▶ _What to work on_: Check every line of the entries below for "marker", and copy the lines that have it.

_____

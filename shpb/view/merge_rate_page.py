"""Stress against rate of a merged material: a panel for each temperature that has two rates, a line for each strain."""

from __future__ import annotations

from typing import TYPE_CHECKING, Any, NamedTuple

import numpy as np

from shpb.arrays import FloatArray
from shpb.errors import InputError
from shpb.merge.adiabatic import adiabatic_stress_pa
from shpb.merge.campaign import Merged, MergedMaterial, RateStudy
from shpb.merge.flow_table import FlowRow
from shpb.merge.material_curve import RateRange
from shpb.merge.model_fit import ModelFit
from shpb.merge.sensitivity import RangeSensitivities, RateSensitivity
from shpb.view.ink import BODY, DARK, DASH_DOT, DASHES, INK, LIGHT, MIDDLE, SHADE, SMALL, Scale
from shpb.view.merge_labels import kelvin_words, listed, plus_minus, rate_words
from shpb.view.merge_pages import (
    BAR_KEY,
    COVERAGE,
    LAW_LINE,
    Look,
    Sample,
    best_fit,
    fitted_to,
    header,
    in_words,
    key,
    law_words,
    note,
    on_path,
    range_key,
    spread_over,
    temperature_groups,
)
from shpb.view.merge_panels import Beside, beside, decades, error_bars, panel_grid, stress_scale
from shpb.view.page import Page, frame

if TYPE_CHECKING:
    from matplotlib.axes import Axes

_MOST_PANELS, _MOST_STRAINS = 6, 5
_BESIDE = 2.08  # room for labels [in]
_COLOURS = (DARK, MIDDLE, LIGHT, DARK, MIDDLE)
_DASHES: tuple[tuple[float, ...], ...] = ((), DASHES, (), DASH_DOT, (2.6, 1.2))
_RATES = 7  # at which a law is asked in each range
_WIDE_GAP = 0.5  # decades without a test that are worth saying


class _Panel(NamedTuple):
    """One temperature: its conditions, and the studies of the strains that are drawn."""

    group: list[int]
    studies: list[RateStudy]


def rate_page(page: Page, merged: Merged, material: MergedMaterial) -> None:
    """Draw the page."""
    sentence = (
        "Mean true stress at chosen true plastic strains, which stand first at the right of each panel. "
        "m = d ln(stress)/d ln(rate), ± half its 95 % interval, is the slope of the line; it ends where the tests do."
    )
    header(page, merged, material, "stress against rate", sentence)
    panels, lone = _panels(merged, material)
    if not panels:
        in_words(page, _why_none(material, lone))
        return
    fit = best_fit(material)
    key(page, _key(material, fit, panels))
    shown = spread_over(len(panels), _MOST_PANELS)
    grid = panel_grid(len(shown), 1 if len(shown) == 1 else 2, _BESIDE)
    for (left, bottom), panel in zip(grid.corners, (panels[k] for k in shown), strict=True):
        axes = page.axes(left, bottom, grid.width, grid.height)
        kelvin = kelvin_words(float(np.mean([material.conditions[i].temperature_k for i in panel.group])))
        end = page.width_of(kelvin, BODY + 0.5, bold=True) + 0.15
        y = bottom + grid.height + 0.07
        page.text(left, y, kelvin, fontsize=BODY + 0.5, fontweight="bold")
        room = grid.width + _BESIDE - end
        page.text(left + end, y, page.fitted(_upturn_words(panel), SMALL, room), fontsize=SMALL)
        _panel(page, axes, material, panel, fit)
    note(page, _note(material, fit, lone, [panels[k] for k in range(len(panels)) if k not in shown]))


def _panels(merged: Merged, material: MergedMaterial) -> tuple[list[_Panel], list[list[int]]]:
    """Temperatures with a study, and those without."""
    panels, lone = [], []
    for group in temperature_groups(merged, material):
        kelvin = [material.conditions[i].temperature_k for i in group]
        inside = [r for r in material.rates if min(kelvin) - 1e-6 <= r.temperature_k <= max(kelvin) + 1e-6]
        if inside:
            panels.append(_Panel(group, [inside[k] for k in spread_over(len(inside), _MOST_STRAINS)]))
        else:
            lone.append(group)
    return panels, lone


def _rates_of(material: MergedMaterial, group: list[int]) -> str:
    conditions = [material.conditions[i] for i in group]
    rates = listed([rate_words(c.mean_rate_per_s) for c in conditions], 4)
    return f"{conditions[0].temperature_k:.0f} K: {rates}"


def _why_none(material: MergedMaterial, lone: list[list[int]]) -> str:
    found = "; ".join(_rates_of(material, group) for group in lone[:8])
    return (
        "There is no rate sensitivity to show: it takes two rates at one temperature, both valid at one of the chosen "
        f"plastic strains. There are {found}{'; and more temperatures' if len(lone) > 8 else ''}."
    )


def _key(material: MergedMaterial, fit: ModelFit | None, panels: list[_Panel]) -> list[Sample]:
    found = [*range_key(material, INK), *BAR_KEY, Sample("line of m", {"color": INK, "linewidth": 1.0})]
    if fit is not None:
        found.append(Sample(fit.model.name, LAW_LINE))
    if any(_gap([r for r in material.rows if r.condition in panel.group]) for panel in panels):
        found.append(Sample("no tests", None, SHADE))
    return found


def _upturn_words(panel: _Panel) -> str:
    """What is said of an upturn at high rates, strains with one answer together."""
    by_answer: dict[str, list[str]] = {}
    for study in panel.studies:
        by_answer.setdefault(study.upturn.outcome.value, []).append(f"{study.plastic_strain:g}")
    if len(by_answer) == 1:
        return f"high rates: {next(iter(by_answer))}"
    return "high rates: " + "; ".join(f"{a} at {', '.join(e)}" for a, e in by_answer.items())


def _line_of(sensitivities: RangeSensitivities) -> tuple[RateSensitivity | None, str]:
    """The sensitivity that is drawn, over all if it can be had, and what to call it."""
    for name, words in (("all", "m"), ("bar", "m (bars)"), ("quasi_static", "m (quasi-static)")):
        found: RateSensitivity | None = getattr(sensitivities, name)
        if found is not None:
            return found, words
    return None, ""


def _panel(page: Page, axes: Axes, material: MergedMaterial, panel: _Panel, fit: ModelFit | None) -> None:
    strains = [study.plastic_strain for study in panel.studies]
    rows = {
        e: [r for r in material.rows if r.condition in panel.group and r.plastic_strain == e] for e in strains
    }
    every = [row for part in rows.values() for row in part]
    ends = [v for r in every for v in (r.stress_pa - COVERAGE * r.u_pa, r.stress_pa + COVERAGE * r.u_pa)]
    x, words = decades([row.rate_per_s for row in every])
    frame(axes, x, stress_scale(np.array(ends) / 1e6, 5), "true strain rate (1/s)", "true stress (MPa)")
    axes.set_xticks(x.ticks, words)
    _shade_gap(axes, every, x)
    law = [] if fit is None else _law(material, panel, strains, fit)
    labels = []
    for number, study in enumerate(panel.studies):
        colour, dashes = _COLOURS[number], _DASHES[number]
        line = {"color": colour, "linestyle": (0, dashes) if dashes else "-", "linewidth": 1.0}
        part = rows[study.plastic_strain]
        _draw_points(axes, part, colour)
        _draw_law(axes, law, number)
        labels.append(_sensitivity(axes, study, line, part))
    beside(page, axes, labels, _BESIDE)


def _gap(rows: list[FlowRow]) -> tuple[float, float] | None:
    """Ends of the gap between the ranges in log10 rate; None where there is none worth saying."""
    slow = [np.log10(r.rate_per_s) for r in rows if r.range is RateRange.QUASI_STATIC]
    fast = [np.log10(r.rate_per_s) for r in rows if r.range is RateRange.BAR]
    if not slow or not fast or min(fast) - max(slow) < _WIDE_GAP:
        return None
    return float(max(slow)), float(min(fast))


def _shade_gap(axes: Axes, rows: list[FlowRow], x: Scale) -> None:
    """Shade the rates between the ranges at which nothing was tested."""
    gap = _gap(rows)
    if gap is not None:
        margin = 0.02 * (x.high - x.low)
        axes.axvspan(gap[0] + margin, gap[1] - margin, color=SHADE, linewidth=0, zorder=0.1)


def _draw_points(axes: Axes, rows: list[FlowRow], colour: str) -> None:
    for name in RateRange:
        part = [row for row in rows if row.range is name]
        if not part:
            continue
        x = np.log10([row.rate_per_s for row in part])
        stress, own, both = (
            np.array([getattr(row, field) for row in part]) / 1e6
            for field in ("stress_pa", "u_own_pa", "u_pa")
        )
        error_bars(axes, x, stress, own, both, colour)
        marker = {**Look(name, ()).marker, "markeredgecolor": colour}
        marker["markerfacecolor"] = colour if name is RateRange.BAR else "white"
        axes.plot(x, stress, label=f"{name.value} {part[0].plastic_strain:g}", **marker, zorder=3)


def _sensitivity(axes: Axes, study: RateStudy, line: dict[str, Any], rows: list[FlowRow]) -> Beside:
    """Draw the line of m over the rates it was fitted to; return its label."""
    found, name = _line_of(study.sensitivities)
    strain = f"{study.plastic_strain:g}"
    if found is None:
        last = max(rows, key=lambda row: row.rate_per_s)
        return Beside(
            last.stress_pa / 1e6, f"{strain}: {listed(sorted(study.sensitivities.reasons.values()), 1)}", line
        )
    logs = np.linspace(np.log10(found.rates_per_s[0]), np.log10(found.rates_per_s[1]), 30)
    stress = found.stress_pa(10**logs) / 1e6
    axes.plot(logs, stress, label=f"m {strain}", **line, zorder=2)
    low, high = found.exponent.interval
    said = plus_minus(found.exponent.value, (high - low) / 2)
    return Beside(float(stress[-1]), f"{strain}: {name} = {said}", line, float(logs[-1]))


def _law(
    material: MergedMaterial, panel: _Panel, strains: list[float], fit: ModelFit
) -> list[tuple[FloatArray, FloatArray]]:
    """The law within the tested rates of each range: log10 rates, and stress [MPa] of shape (rates, strains)."""
    found = []
    order = np.argsort(strains)
    asked = np.array(strains)[order]
    for name in RateRange:
        members = [
            material.conditions[i]
            for i in panel.group
            if material.conditions[i].range is name and fitted_to(fit, i)
        ]
        if not members:
            continue
        rates = [c.mean_rate_per_s for c in members]
        kelvin = float(np.mean([c.temperature_k for c in members]))
        heat = fit.points.heat_k_m3_j if all(on_path(fit, c) for c in members) else None
        logs = np.linspace(np.log10(min(rates)), np.log10(max(rates)), _RATES if len(members) > 1 else 1)
        try:
            stress = np.array([_at(fit, asked, float(10**log), kelvin, heat) for log in logs])
        except InputError:
            continue
        found.append((logs, stress[:, np.argsort(order)] / 1e6))
    return found


def _at(fit: ModelFit, strains: FloatArray, rate: float, kelvin: float, heat: float | None) -> FloatArray:
    if heat is None:
        return fit.model.stress_pa(fit.parameters, strains, rate, kelvin)
    return adiabatic_stress_pa(fit.model, fit.parameters, strains, rate, kelvin, heat)[0]


def _draw_law(axes: Axes, law: list[tuple[FloatArray, FloatArray]], number: int) -> None:
    for logs, stress in law:
        style = dict(LAW_LINE)
        if logs.size == 1:  # a dash where a range holds one rate
            style = {"color": INK, "linestyle": "none", "marker": "_", "markersize": 9.0}
        axes.plot(logs, stress[:, number], label="law", **style, zorder=2.2)


def _note(material: MergedMaterial, fit: ModelFit | None, lone: list[list[int]], hidden: list[_Panel]) -> str:
    said = [law_words(material, fit)]
    if lone:
        said.append(f"Without two rates: {listed([_rates_of(material, group) for group in lone], 4)}.")
    if hidden:
        kelvin = [f"{material.conditions[p.group[0]].temperature_k:.0f} K" for p in hidden]
        said.append(f"Not drawn: {listed(kelvin, 8)}.")
    most = max(len({r.plastic_strain for r in material.rates}), 0)
    if most > _MOST_STRAINS:
        said.append(f"{_MOST_STRAINS} of {most} plastic strains are drawn; the table holds all.")
    return " ".join(said)


__all__ = ["rate_page"]
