"""The history of a rig: all its calibrations in a folder, each value over time, and how far it drifts."""

from __future__ import annotations

import itertools
import math
from collections import Counter
from collections.abc import Iterator, Mapping, Sequence
from dataclasses import dataclass
from pathlib import Path

from shpb.errors import FileMistakes, InputError
from shpb.quantity import Quantity
from shpb.rig.calibration import Calibration
from shpb.rig.calibration_file import is_calibration, read_calibration
from shpb.rig.rig import budget_name

Stated = Mapping[str, str | float]
_BAR_VALUES = (("wave_speed_m_s", "wave speed", "m/s"), ("poisson_ratio", "Poisson's ratio", ""))
_GAUGE_VALUES = (("gauge_factor", "factor", ""), ("to_specimen_m", "distance", "m"))


@dataclass(frozen=True, slots=True, kw_only=True)
class TrendPoint:
    """One value at one calibration."""

    calibration: str  # its name
    date: str
    value: Quantity


@dataclass(frozen=True, slots=True, kw_only=True)
class Drift:
    """The step of a value from one calibration to the next.

    ``in_u`` is the change in units of the joint standard uncertainty sqrt(u1^2 + u2^2), None where one of the two is
    not known. Errors that both calibrations share, such as the spacing of the light gates, are in both u but not in
    the change, so that a true drift shows a little less than it is. ``changed`` says what stood otherwise in the rig
    file: after a new gauge the step is no drift.
    """

    earlier: TrendPoint
    later: TrendPoint
    changed: tuple[str, ...] = ()

    @property
    def relative(self) -> float:
        """Change as a share of the earlier value; not a number where that is zero."""
        before = float(self.earlier.value)
        return (self.later.value - before) / before if before else math.nan

    @property
    def joint_u(self) -> float | None:
        """Standard uncertainty of the change, in the unit of the value."""
        u = self.earlier.value.u, self.later.value.u
        return None if u[0] is None or u[1] is None else math.hypot(u[0], u[1])

    @property
    def in_u(self) -> float | None:
        """Change in units of its standard uncertainty."""
        return (self.later.value - self.earlier.value) / self.joint_u if self.joint_u else None


@dataclass(frozen=True, slots=True, kw_only=True)
class Trend:
    """One value over time.

    Attributes
    ----------
    name : str
        As in the uncertainty budget: "incident bar: wave speed".
    table : str
        Of the rig file: "incident_bar".
    unit : str
        SI, empty for a number.
    points : tuple of TrendPoint
        By date, those calibrations that measured it.
    drifts : tuple of Drift
        One fewer.
    """

    name: str
    table: str
    unit: str
    points: tuple[TrendPoint, ...]
    drifts: tuple[Drift, ...]

    @property
    def scatter(self) -> float | None:
        """Standard deviation over the points, in the unit of the value; None for fewer than two."""
        values = [float(point.value) for point in self.points]
        if len(values) < 2:
            return None
        mean = sum(values) / len(values)
        return math.sqrt(sum((value - mean) ** 2 for value in values) / (len(values) - 1))


def history_of(folder: str | Path, rig: str = "") -> tuple[Calibration, ...]:
    """All calibrations of one rig in a folder, by date and then by name.

    Parameters
    ----------
    folder : str or Path
        Other files in it, rig files and sessions among them, are passed over.
    rig : str
        Name of the rig; may be left out where all calibrations are of one rig.

    Raises
    ------
    InputError
        If there is no such folder, no calibration of the rig in it, or calibrations of several rigs and none named.
    FileMistakes
        With the mistakes of every calibration file that cannot be used: a gap in a history must not pass unseen.
    """
    folder = Path(folder)
    if not folder.is_dir():
        raise InputError("there is no such folder", where=str(folder), mend="Name the folder of calibrations")
    found = _all_in(folder)
    rigs = Counter(one.rig for one in found)
    if not rig and len(rigs) > 1:
        raise InputError(
            f"calibrations of {len(rigs)} rigs: {', '.join(rigs)}", where=str(folder), mend="Name one of them"
        )
    found = [one for one in found if not rig or one.rig == rig]
    if not found:
        said = f" of the rig {rig}" if rig else ""
        beside = f"There are some of {', '.join(rigs)}" if rigs else "shpb calibrate writes them"
        raise InputError(f"there is no calibration{said}", where=str(folder), mend=beside)
    return tuple(sorted(found, key=lambda one: (one.date, one.name)))


def trends_of(calibrations: Sequence[Calibration]) -> tuple[Trend, ...]:
    """Every measured value over time, with the step from each calibration to the next that measured it.

    Parameters
    ----------
    calibrations : sequence of Calibration
        Of one rig, by date, as :func:`history_of` gives them.

    Returns
    -------
    tuple of Trend
        Bars first, then stations; a value that no calibration measured is left out.
    """
    tables: dict[str, None] = {}
    for one in calibrations:
        tables |= dict.fromkeys((*one.bars, *one.gauges))
    named = sorted(tables, key=lambda table: ("gauge" in table, table))
    return tuple(trend for table in named for trend in _of_table(table, calibrations))


def _all_in(folder: Path) -> list[Calibration]:
    found: list[Calibration] = []
    mistakes: list[FileMistakes] = []
    for path in sorted(folder.glob("*.toml")):
        if is_calibration(path):
            try:
                found.append(read_calibration(path))
            except FileMistakes as error:
                mistakes.append(error)
    if mistakes:
        raise FileMistakes(mistake for error in mistakes for mistake in error.mistakes)
    return found


def _of_table(table: str, calibrations: Sequence[Calibration]) -> Iterator[Trend]:
    is_gauge = "gauge" in table
    for field, what, unit in _GAUGE_VALUES if is_gauge else _BAR_VALUES:
        measured: list[tuple[TrendPoint, Stated]] = []
        for one in calibrations:
            of = one.gauges.get(table) if is_gauge else one.bars.get(table)
            value = getattr(of, field, None)
            if of is not None and value is not None:
                point = TrendPoint(calibration=one.name, date=one.date, value=value)
                measured.append((point, of.as_stated))
        if measured:
            name = budget_name(table, what) if is_gauge else f"{table.replace('_', ' ')}: {what}"
            drifts = tuple(
                Drift(earlier=before, later=after, changed=_changed(said, says))
                for (before, said), (after, says) in itertools.pairwise(measured)
            )
            points = tuple(point for point, _ in measured)
            yield Trend(name=name, table=table, unit=unit, points=points, drifts=drifts)


def _changed(before: Stated, after: Stated) -> tuple[str, ...]:
    """Keys of what the rig file stated that are no longer the same."""
    return tuple(key for key in before if key in after and before[key] != after[key])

_____

▶ _Task answer_:
        marker = {**Look(name, ()).marker, "markeredgecolor": colour}
        marker["markerfacecolor"] = colour if name is RateRange.BAR else "white"
        axes.plot(x, stress, label=f"{name.value} {part[0].plastic_strain:g}", **marker, zorder=3)
            style = {"color": INK, "linestyle": "none", "marker": "_", "markersize": 9.0}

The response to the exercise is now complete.